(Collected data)

def _mean_cycle(sol: Solution, spc: int) -> Solution:
    """A long-transient solution as its mean cycle: the waveforms' samples averaged over
    the record's cycles (their DFT at the orders is the record's averaged spectrum, exact
    in the figures), the figures' phasors and power the record's; the content between the
    orders (all of the record's energy that the mean cycle does not hold: interharmonics
    and the cycles' spread about their mean) is ``interharmonic_a``, by Parseval on the
    samples, ``rms(record)^2 = rms(mean cycle)^2 + mean((record - mean cycle)^2)``."""
    n = sol.period_cycles

    def mean_of(w: SolvedWaveform) -> tuple[SolvedWaveform, float]:
        rec = w.current_a.reshape(n, spc)
        m = rec.mean(axis=0)
        inter2 = float(np.mean((rec - m) ** 2))
        v = None if w.voltage_v is None else w.voltage_v.reshape(n, spc).mean(axis=0)
        return SolvedWaveform(m, w.sample_rate_hz, w.frequency_hz, voltage_v=v, cycles=1, label=w.label,
                              figures=w.figures), inter2

    wf, inter2 = mean_of(sol.waveform)
    groups = tuple(replace(g, waveform=mean_of(g.waveform)[0], led_current_a=g.led_current_a)
                   for g in sol.groups)
    flags = set(sol.flags) | {"long-transient"}
    flags.discard("subharmonic")
    return replace(sol, waveform=wf, groups=groups,
                   flags=tuple(fl for fl in FLAGS if fl in flags),
                   interharmonic_a=float(np.sqrt(inter2)), record_cycles=n)


def _pfc_update(p: dict, br: list, got_w: float, v2: float, rated_w: float) -> bool:
    """One step of a pfc driver's voltage loop on its emulated resistance: Newton on
    ``P ~ 1 / R_e`` kept inside the bracket ``br`` of resistances known to give too much
    (``br[0]``, drawing ``br[2]`` [W]) or too little (``br[1]``, drawing ``br[3]``) power.
    Where the power jumps (the dimmer stops holding below some current demand) the loop
    settles on the side that gives at least the target: as soon as the bracket is narrower
    than PFC_JUMP_WIDTH and its ends' powers differ by more than PFC_JUMP_RATIO (``P ~ 1 /
    R_e`` would change them by the width alone), or when it has shrunk to 0.1 %. Returns
    True when the resistance changed."""
    re, target = p["_r_emulated_ohm"], p["_target_w"]
    p["_power_ratio"] = got_w / target
    if abs(got_w / target - 1) < 1e-3:
        return False
    if got_w >= target:
        if re >= br[0]:
            br[0], br[2] = re, got_w
    elif re <= br[1]:
        br[1], br[3] = re, got_w
    if br[1] < np.inf and br[0] > 0 and (
            br[1] / br[0] < 1 + 1e-3 or
            (br[1] / br[0] < PFC_JUMP_WIDTH and br[2] > PFC_JUMP_RATIO * max(br[3], 0.0))):
        if re == br[0]:
            return False
        p["_r_emulated_ohm"] = br[0]
        return True
    new = re * got_w / target if got_w > 0 else 0.2 * re
    if not br[0] < new < br[1]:
        new = np.sqrt(max(br[0], 1e-9) * min(br[1], 1e6 * re))
    new = min(max(new, 0.2 * v2 / rated_w), 1e4 * v2 / rated_w)
    if abs(new / re - 1) < 1e-6:
        return False
    p["_r_emulated_ohm"] = new
    return True


def _detected(tr, eng: Engine, cycles: int, dimmer: DimmerSpec, on_deg) -> list[float]:
    """The conduction angle a phase-detecting driver reads per half cycle [deg]: behind a
    leading edge, from the first turn-on of the switch (the voltage edge at the driver's
    input) to the half cycle's end, whether or not the triac then holds; otherwise the
    switch's on-time."""
    if dimmer.kind != "leading-edge":
        return list(on_deg)
    H = eng.T1 / 2
    idx = eng.net.switches.index(eng.net.index[SWITCH]) + len(eng.net.diodes)
    first: list[float | None] = [None] * (2 * cycles)
    ons = tr.switch_on(idx).tolist()
    was_on = ons[-1] if ons else 0
    for t0, on in zip(tr.seg_times()[0].tolist(), ons, strict=True):
        k = min(int(np.floor(t0 / H + 1e-12)), 2 * cycles - 1)
        if on and not was_on and first[k] is None:
            first[k] = t0 - k * H
        was_on = on
    return [0.0 if f is None else 180.0 * (1.0 - f / H) for f in first]


def _input_power(case, tr, b, period) -> float:
    """Mean input power of one lamp of group ``b`` at the dimmer's output [W] (exact)."""
    net = case.eng.net
    ex = expand(case.eng, tr, [net.index[b.sense], net.n_e + net.index["R_vline"],
                               net.n_e + net.index[SWITCH]])
    ex.mean_products([(0, 1), (0, 2)])
    return (ex.mean_product(0, 1) - ex.mean_product(0, 2)) / b.m


def _light_outputs(case) -> list[tuple[str, str]]:
    """The element currents ('i') and voltages ('v') that the groups' light is made from
    (point samples, see :func:`_light`)."""
    outs: list[tuple[str, str]] = []
    for b in case.builds:
        if b.light == "filament":
            outs += [(b.resistors[0], "i"), (b.resistors[0], "v")]
        elif b.light == "dc-load":
            outs += [(b.prefix + "R_load", "i"), (b.prefix + "R_load", "v")]
        elif b.light == "tap":
            outs.append((b.led, "i"))
        elif b.led and b.light not in ("converter", "pwm", "pfc"):
            outs += [(b.led, "i"), (b.led, "v")]
    return list(dict.fromkeys(outs))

* Action item
Copy each line above where "leading" appears.

* Solution for this task
    leading edge, from the first turn-on of the switch (the voltage edge at the driver's
    if dimmer.kind != "leading-edge":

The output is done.